┌─ Supplied records
package service

import (
	"context"
	"errors"
	"fmt"
	"math"
	"time"

	pb "limitary/api/limitary/v1"
	"limitary/internal/chart"
	"limitary/internal/decimal"
	"limitary/internal/definition"
	"limitary/internal/judge"
	"limitary/internal/rules"
	"limitary/internal/store"
)

// EvaluationService judges values, and keeps and judges control results.
type EvaluationService struct {
	pb.UnimplementedEvaluationServiceServer
	store *store.Store
}

// EvaluateBatch judges sequences of values and stores nothing.
func (s *EvaluationService) EvaluateBatch(ctx context.Context, in *pb.EvaluateBatchRequest) (*pb.EvaluateBatchResponse, error) {
	if err := checkEvaluations(in); err != nil {
		return nil, err
	}
	out := &pb.EvaluateBatchResponse{
		Evaluations: make([]*pb.EvaluationResult, len(in.Evaluations)),
		Judge:       rules.JudgeNumber,
	}
	batch := evaluator{service: s, full: in.Detail == pb.Detail_DETAIL_FULL}
	for i, e := range in.Evaluations {
		if err := ctx.Err(); err != nil {
			return nil, err
		}
		result, err := batch.evaluate(ctx, e)
		if err != nil {
			return nil, under(fmt.Sprintf("evaluations[%d]", i), err)
		}
		out.Evaluations[i] = result
	}
	return out, nil
}

// checkEvaluations checks everything that only needs counting, before any value is looked at.
func checkEvaluations(in *pb.EvaluateBatchRequest) error {
	if err := tooMany("evaluations", len(in.Evaluations), EvaluationsMax, "evaluations"); err != nil {
		return err
	}
	if in.Detail != pb.Detail_DETAIL_UNSPECIFIED && in.Detail != pb.Detail_DETAIL_FULL {
		return definition.Invalid("detail", "%d: no such value", in.Detail)
	}
	total, answered := 0, 0
	for i, e := range in.Evaluations {
		n := lengthOf(e)
		if n > PointsMax {
			return tooMany(fmt.Sprintf("evaluations[%d].%s", i, dataField(e)), n, PointsMax, "values in one evaluation")
		}
		if f := e.GetFirstJudged(); f < 0 || int(f) > n {
			return definition.Invalid(fmt.Sprintf("evaluations[%d].first_judged", i), "%d: want 0 to %d, the number of values", f, n)
		}
		total += n
		answered += n - int(e.GetFirstJudged())
	}
	if err := tooMany("evaluations", total, PointsTotalMax, "values in all"); err != nil {
		return err
	}
	if in.Detail == pb.Detail_DETAIL_FULL {
		return tooMany("detail", answered, VerdictsMax, "points to answer one by one with DETAIL_FULL")
	}
	return nil
}

func lengthOf(e *pb.Evaluation) int {
	if s := e.GetSeries(); s != nil {
		return len(s.Values)
	}
	return len(e.GetPoints().GetPoints())
}

func dataField(e *pb.Evaluation) string {
	if e.GetSeries() != nil {
		return "series.values"
	}
	return "points.points"
}

// evaluator carries what the evaluations of one call share.
type evaluator struct {
	service *EvaluationService
	full    bool
	hits    int
	// judges are the versions already resolved for this call, so that "in force" means one moment in all of it.
	judges map[chosenVersion]resolved
	// inline is the judge of the limits sent last; a batch often judges many series by the same.
	inline     *judge.Judge
	inlineFrom *pb.InlineLimits
}

type chosenVersion struct {
	chart, lot string
	number     int32
	at         time.Time
}

type resolved struct {
	judge   *judge.Judge
	version int
}

func (b *evaluator) evaluate(ctx context.Context, e *pb.Evaluation) (*pb.EvaluationResult, error) {
	var with resolved
	var err error
	switch l := e.GetLimits().(type) {
	case *pb.Evaluation_Inline:
		with.judge, err = b.byInline(l.Inline)
		err = under("inline", err)
	case *pb.Evaluation_Chart:
		with, err = b.byChart(ctx, l.Chart)
		err = under("chart", err)
	default:
		err = definition.Invalid("limits", "are not set; want one of chart and inline")
	}
	if err != nil {
		return nil, err
	}
	var out *pb.EvaluationResult
	switch d := e.GetData().(type) {
	case *pb.Evaluation_Series:
		out, err = b.series(with.judge, d.Series.GetValues(), int(e.FirstJudged))
	case *pb.Evaluation_Points:
		out, err = b.points(with.judge, d.Points.GetPoints(), int(e.FirstJudged))
	default:
		err = definition.Invalid("data", "are not set; want one of series and points")
	}
	if err != nil {
		return nil, err
	}
	out.Version = int32(with.version)
	b.hits += len(out.Hits)
	return out, tooMany(dataField(e), b.hits, HitsMax, "hits in one answer; do the limits belong to these values?")
}

func (b *evaluator) byInline(in *pb.InlineLimits) (*judge.Judge, error) {
	if b.inline != nil && sameInline(b.inlineFrom, in) {
		return b.inline, nil
	}
	j, err := inlineJudge(in)
	if err == nil {
		b.inline, b.inlineFrom = j, in
	}
	return j, err
}

// sameInline reports limits of the plainest kind, one trace with a set of rules and no lines of its own, that are the
// same. It says no where it would have to look further.
func sameInline(a, b *pb.InlineLimits) bool {
	plain := func(l *pb.InlineLimits) bool {
		t := l.GetLocation()
		return l.GetDispersion() == nil && l.GetProcessSigma() == 0 && t != nil && len(t.Rules) == 0 &&
			t.LowerAction == nil && t.UpperAction == nil && t.LowerWarning == nil && t.UpperWarning == nil
	}
	return plain(a) && plain(b) && a.Kind == b.Kind && a.SubgroupSize == b.SubgroupSize &&
		equalOptional(a.PublishedDecimals, b.PublishedDecimals) && (a.ProcessSigma == nil) == (b.ProcessSigma == nil) &&
		equalOptional(a.Location.Centre, b.Location.Centre) && equalOptional(a.Location.Sigma, b.Location.Sigma) &&
		a.Location.RuleSet == b.Location.RuleSet
}

func equalOptional[T comparable](a, b *T) bool {
	return a == nil && b == nil || a != nil && b != nil && *a == *b
}

// byChart resolves a version once for each way the call names it.
func (b *evaluator) byChart(ctx context.Context, in *pb.ByChart) (resolved, error) {
	at, err := readMoment("at", in.At)
	err = first(definition.CheckSlug("name", in.Name), checkName("lot", in.Lot, 0), err)
	switch {
	case err != nil:
		return resolved{}, err
	case in.Version < 0:
		return resolved{}, definition.Invalid("version", "%d: want a version number, or 0 for the one in force", in.Version)
	case in.Version > 0 && in.At != nil:
		return resolved{}, definition.Invalid("at", "is given beside version %d; give at most one of them", in.Version)
	}
	key := chosenVersion{in.Name, in.Lot, in.Version, at}
	if r, ok := b.judges[key]; ok {
		return r, nil
	}
	who, err := actor(ctx)
	if err != nil {
		return resolved{}, err
	}
	var v definition.Version
	if in.Version > 0 {
		v, _, _, err = b.service.store.GetVersion(ctx, who, in.Name, int(in.Version))
	} else {
		v, err = b.service.store.VersionInForce(ctx, who, in.Name, in.Lot, at)
	}
	if err != nil {
		return resolved{}, chartIsName(err)
	}
	j, err := b.service.store.VersionJudge(v)
	if err != nil {
		return resolved{}, err
	}
	r := resolved{j, v.Number}
	if b.judges == nil {
		b.judges = map[chosenVersion]resolved{}
	}
	b.judges[key] = r
	return r, nil
}

// chartIsName gives what the store says of a chart the field that holds its name here.
func chartIsName(err error) error {
	var e *definition.Error
	if !errors.As(err, &e) || e.Field != "chart" {
		return err
	}
	renamed := *e
	renamed.Field = "name"
	return &renamed
}

// inlineJudge builds the judge of limits sent along.
func inlineJudge(in *pb.InlineLimits) (*judge.Judge, error) {
	kind, err := kindFromProto("kind", in.GetKind())
	if err != nil {
		return nil, err
	}
	l := judge.Limits{Kind: kind, SubgroupSize: int(in.GetSubgroupSize()), Places: decimal.Unrounded}
	if in.PublishedDecimals != nil {
		if l.Places = int(*in.PublishedDecimals); l.Places < 0 || l.Places > decimal.PlacesMax {
			return nil, definition.Invalid("published_decimals", "%d: want 0 to %d", l.Places, decimal.PlacesMax)
		}
	}
	if l.Model, err = modelFromProto(in.GetModel()); err != nil {
		return nil, under("model", err)
	}
	if kind.SizeImplied() && l.SubgroupSize == 0 {
		l.SubgroupSize = 1
	}
	if kind == chart.Given && l.SubgroupSize != 0 {
		return nil, definition.Invalid("subgroup_size", "%d is given, but no kind; statistics are plotted as given", l.SubgroupSize)
	}
	for role, t := range [...]*pb.TraceLimits{in.GetLocation(), in.GetDispersion()} {
		l.Traces[role], _, err = traceFromProto(t, l.Places)
		if err != nil {
			return nil, under(chart.Role(role).String(), err)
		}
	}
	if !hasRules(l) {
		return nil, definition.Invalid("location.rules", "neither rules nor rule_set is given; give exactly one of them for a trace that is to be judged")
	}
	if l.ProcessSigma, err = inlineSigma(in, l); err != nil {
		return nil, err
	}
	j, err := judge.New(l)
	if err != nil {
		return nil, judgeRefusal(err)
	}
	return j, nil
}

func hasRules(l judge.Limits) bool {
	for _, t := range l.Traces {
		if t != nil && len(t.Rules) > 0 {
			return true
		}
	}
	return false
}

// inlineSigma gives the standard deviation of a single reading; 0 where none is known or needed.
func inlineSigma(in *pb.InlineLimits, l judge.Limits) (float64, error) {
	var sigma float64
	switch location := l.Traces[chart.Location]; {
	case in.ProcessSigma != nil:
		sigma = *in.ProcessSigma
		if l.Kind == chart.Given {
			return 0, definition.Invalid("process_sigma", "%v is given, but no kind; statistics are plotted as given", sigma)
		}
		if !(sigma > 0) || math.IsInf(sigma, 0) {
			return 0, definition.Invalid("process_sigma", "%v: want a finite number above 0", sigma)
		}
	case l.Kind == chart.RunMeans && l.Model.BetweenSigma > 0:
		return 0, definition.Invalid("process_sigma", "is not set; it is the standard deviation within runs, which the location trace does not tell")
	case l.Kind == chart.Given || l.Kind.Counts() || location == nil || location.Sigma == nil || !(*location.Sigma > 0):
		return 0, nil
	default:
		sigma = *location.Sigma * math.Sqrt(float64(l.SubgroupSize))
	}
	if l.Places != decimal.Unrounded && decimal.Round(sigma, l.Places) == 0 {
		return 0, definition.Invalid("published_decimals", "%d: the sigma of a single reading, %.4g, rounds to zero; publish more decimals", l.Places, sigma)
	}
	return sigma, nil
}

// judgeRefusal turns what the judge says of limits into a refusal; it names fields as the contract does.
func judgeRefusal(err error) error {
	var e *judge.Error
	if errors.As(err, &e) {
		return definition.Invalid(e.Field, "%s", e.Problem)
	}
	return err
}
└─
» Brief
An answer is complete only when it holds every line above containing the string "GetFirstJudged".

» Exercise result
		if f := e.GetFirstJudged(); f < 0 || int(f) > n {
		answered += n - int(e.GetFirstJudged())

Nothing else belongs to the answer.